Junk food menjadi salah satu pilihan favorit bagi masyarakat modern terutama para remaja dan anak-anak karena praktis dan rasanya yang lezat, namun dibalik kelezatannya itu terdapat bahaya yang sering dihiraukan Masyarakat dan masih banyak yang mengkonsumsinya berlebihan. Mengkonsumsi junk food terus-menerus dengan jumlah yang banyak dapat beresiko terkena masalah kesehatan seperti diabaetes, penyakit jantung, kanker, dan penyakit berbahaya lainnya.

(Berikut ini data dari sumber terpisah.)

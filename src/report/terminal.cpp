// The terminal summary: one block per SIF, then warnings, shared devices and the caution.
#include "sifter/report/terminal.hpp"

#include "sifter/report/pressure_text.hpp"
#include "sifter/report/format.hpp"
#include "sifter/report/text_table.hpp"
#include "sifter/report/worksheet.hpp"
#include "sifter/sil.hpp"

namespace sifter::report {
namespace {

std::string verdict_words(const std::optional<bool>& meets) {
  if (!meets) return "NOT JUDGED (no target)";
  return *meets ? "MEETS TARGET" : "FALLS SHORT";
}

std::string sil_text(int sil) { return sil == 0 ? "below SIL 1" : "SIL " + std::to_string(sil); }

// The spurious trips in one line: the SIF's rate and MTTF, then each subsystem's rate.
std::string spurious_line(const SifResult& s) {
  std::string text = "spurious trips " + sci(s.spurious_trip_rate_per_yr) + "/yr";
  if (s.mttf_spurious_yr) text += ", MTTF spurious " + plain(*s.mttf_spurious_yr) + " yr";
  std::string parts;
  for (const auto& sub : s.subsystems) {
    // A supplier's figure carries no safe failure rates (spurious.hpp counts it as zero).
    const bool vendor = sub.vote.rfind("vendor", 0) == 0;
    parts += (parts.empty() ? "" : ", ") + sub.name + " " + (vendor ? "not given" : sci(sub.spurious_trip_rate_per_yr));
  }
  if (!parts.empty()) text += " (" + parts + ")";
  return wrap(text, 92, "  ");
}

}  // namespace

std::string wrapped_caution(std::size_t width) { return wrap(std::string("CAUTION: ") + kCaution, width, ""); }

std::string render_sif(const SifResult& s) {
  const bool low = s.demand_mode == DemandMode::kLow;
  std::string out = s.id + (s.title.empty() ? "" : "  " + s.title) + "\n";
  out += "  demand mode  " + to_string(s.demand_mode) + " (" + s.demand_mode_basis + ")\n";
  out += "  target       " + (s.target_text.empty() ? std::string("none") : s.target_text) + "\n\n";

  TextTable t({"subsystem", "role", "vote", low ? "PFDavg" : "PFH [1/h]", "exact", "share", "HFT", "SIL arch", "SC"},
              {false, false, false, true, true, true, true, true, true});
  for (const auto& sub : s.subsystems) {
    t.add_row({sub.name, to_string(sub.role), sub.vote, sci_or_dash(low ? sub.pfd_avg : sub.pfh_per_hour),
               sci_or_dash(low ? sub.pfd_avg_exact : sub.pfh_exact_per_hour), percent(sub.share),
               sub.hft ? std::to_string(*sub.hft) : "-", std::to_string(sub.sil_architecture),
               sub.systematic_capability ? std::to_string(*sub.systematic_capability) : "-"});
  }
  t.add_rule();
  t.add_row({"SIF", "", "", sci_or_dash(low ? s.pfd_avg : s.pfh_per_hour),
             sci_or_dash(low ? s.pfd_avg_exact : s.pfh_exact_per_hour), percent(1.0), "", "", ""});
  out += t.render("  ");
  out += "\n";
  if (low) {
    out += "  RRF " + (s.rrf ? plain(*s.rrf) : std::string("-"));
    if (s.required_rrf) out += "   required RRF " + plain(*s.required_rrf);
  } else {
    out += "  PFH " + sci_or_dash(s.pfh_per_hour) + "/h";
    if (s.required_pfh_per_hour) out += "   required PFH <= " + sci(*s.required_pfh_per_hour) + "/h";
  }
  out += "\n";
  out += "  SIL  probability " + sil_text(s.sil_probability) + " | architecture " + sil_text(s.sil_architecture) +
         " | systematic " + sil_text(s.sil_systematic) + "  ->  achieved " + sil_text(s.sil_achieved);
  out += s.sil_required ? ", required " + sil_text(*s.sil_required) + "\n" : "\n";
  if (s.simplified_over_exact)
    out += "  exact cross-check  simplified/exact = " + plain(*s.simplified_over_exact) +
           " (multi-phase Markov over the mission)\n";
  if (s.uncertainty)
    out += "  uncertainty  mean " + sci(s.uncertainty->mean) + ", 5%-95% " + sci(s.uncertainty->p05) + " to " +
           sci(s.uncertainty->p95) + ", P(meets target) " + percent(s.uncertainty->probability_meets_target) + " (" +
           std::to_string(s.uncertainty->samples) + " samples)\n";
  out += "  verdict  " + verdict_words(s.meets_target) + "\n";
  out += spurious_line(s);
  if (!s.limits.empty()) {
    out += "  limited by\n";
    for (const auto& l : s.limits) out += wrap("[" + l.kind + "] " + l.message, 92, "    ");
  }
  if (!s.assumptions.empty()) {
    out += "  assumptions\n";
    for (const auto& a : s.assumptions) out += wrap("- " + a, 92, "    ");
  }
  return out;
}

std::string render_terminal(const ProjectResult& r) {
  std::string out = "sifter " SIFTER_VERSION " check: " + r.file + "\n";
  if (!r.title.empty()) out += r.title + "\n";
  out += "\n";
  for (const auto& s : r.scenarios) out += render_worksheet(s) + "\n";
  for (const auto& s : r.sifs) out += render_sif(s) + "\n";
  out += render_pressure_text(r);
  if (!r.shared_components.empty()) {
    out += "Components shared between SIFs (check their independence)\n";
    for (const auto& c : r.shared_components) {
      std::string users;
      for (const auto& s : c.sifs) users += (users.empty() ? "" : ", ") + s;
      out += "  " + c.component + ": " + users + "\n";
    }
    out += "\n";
  }
  if (!r.shared_devices.empty()) {
    out += "Devices several SIFs or scenarios rely on\n";
    for (const auto& d : r.shared_devices) {
      std::string users;
      for (const auto& u : d.users) users += (users.empty() ? "" : ", ") + u;
      out += "  " + d.tag + ": " + users + "\n";
    }
    out += "\n";
  }
  if (!r.warnings.empty()) {
    out += "Warnings\n";
    for (const auto& w : r.warnings) out += wrap(w.where + ": " + w.message, 92, "  ");
    out += "\n";
  }
  int met = 0, judged = 0;
  for (const auto& s : r.sifs)
    if (s.meets_target) {
      ++judged;
      met += *s.meets_target ? 1 : 0;
    }
  if (!r.scenarios.empty()) {
    int tolerable = 0;
    for (const auto& s : r.scenarios) tolerable += s.meets_target.value_or(false) ? 1 : 0;
    out += "Scenarios: " + std::to_string(tolerable) + " of " + std::to_string(r.scenarios.size()) +
           " reach their tolerable frequency\n";
  }
  out += "Summary: " + std::to_string(met) + " of " + std::to_string(judged) + " judged SIFs meet their targets";
  if (judged < static_cast<int>(r.sifs.size()))
    out += " (" + std::to_string(r.sifs.size() - static_cast<std::size_t>(judged)) + " without a target)";
  out += "\n\n" + wrapped_caution();
  return out;
}

}  // namespace sifter::report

Berdasarkan temuan yang dipaparkan dalam blog Kementerian Kesehatan Direktorat Jenderal Pelayanan Kesehatan, kebutuhan gizi remaja memiliki karakteristik unik, baik dari perspektif biologis maupun psikologis. Dari segi biologis, asupan nutrisi remaja harus selaras dengan tingkat aktivitas mereka. Dibandingkan dengan masa kanak-kanak, remaja memerlukan proporsi protein, vitamin, dan mineral yang lebih tinggi untuk setiap unit energi yang dikonsumsi. Sementara itu, dari sudut pandang psikologis, faktor kesehatan seringkali bukan prioritas utama remaja dalam memilih makanan. Sebaliknya, pengaruh lingkungan sosial, tren budaya hedonistik, dan opini teman sebaya cenderung lebih dominan dalam menentukan pilihan konsumsi mereka.
Kasus junk food
Menurut world health organization (WHO, 2011), junk food mengandung tinggi lemak, tinggi garam, rendah serat, dan mempunyai berbagai dampak bagi Kesehatan. Dikutip dari suara.com, pada pertengahan tahun 2024 terdapat banyak kasus penyakit ginjal yang dialami oleh para anak muda di Indonesia, Dr. Maria (Dokter spesialis penyakit dalam) mengatakan, kebiasaan konsumsi makanan cepat saji yang berlebihan sebagai salah satu penyebab gangguan ginjal pada anak muda. Yang lebih mencengangkan junk food juga dapat mengganggu kesehatan mental. Studi-studi terkini telah mengungkap adanya kaitan yang erat antara konsumsi makanan olahan tinggi dengan meningkatnya kemungkinan seseorang mengalami gangguan mental seperti depresi dan kecemasan. Penemuan ini semakin memperpanjang daftar bahaya yang mengintai di balik kelezatan semu junk food, membuatnya pantas disebut sebagai "musuh tersembunyi" dalam pola makan kita sehari-hari.
Langkah apa yang bisa diambil untuk mengatasi masalah ini?
Tidak mudah untuk menghilangkan kebiasaan makan junkfood dalam keseharian masyarakat. Namun, kita bisa memulai dengan perubahan-perubahan kecil. Beberapa langkah sederhana yang bisa diterapkan antara lain: secara bertahap mengurangi frekuensi dan porsi konsumsi junk food, meluangkan waktu untuk membaca dan memahami informasi nutrisi pada kemasan makanan, serta mulai belajar dan membiasakan diri untuk memasak makanan sendiri menggunakan bahan-bahan segar dan alami. Meskipun terdengar sederhana, jika dilakukan secara konsisten, langkah-langkah ini dapat membawa perubahan signifikan pada kesehatan kita dalam jangka panjang.
Peran pemerintah
Selain upaya individual, peran serta aktif dari pihak pemerintah dan pelaku industri makanan juga sangat diperlukan dalam mengatasi permasalahan ini. Penerapan regulasi yang lebih ketat terhadap iklan dan pemasaran produk junk food, terutama yang menyasar anak-anak dan remaja, merupakan salah satu langkah penting yang perlu diambil. Selain itu, pemerintah juga perlu mengeluarkan kebijakan-kebijakan yang mendorong produksi dan konsumsi makanan sehat, misalnya edukasi bagi produsen makanan sehat atau kampanye edukasi gizi kepada masyarakat luas.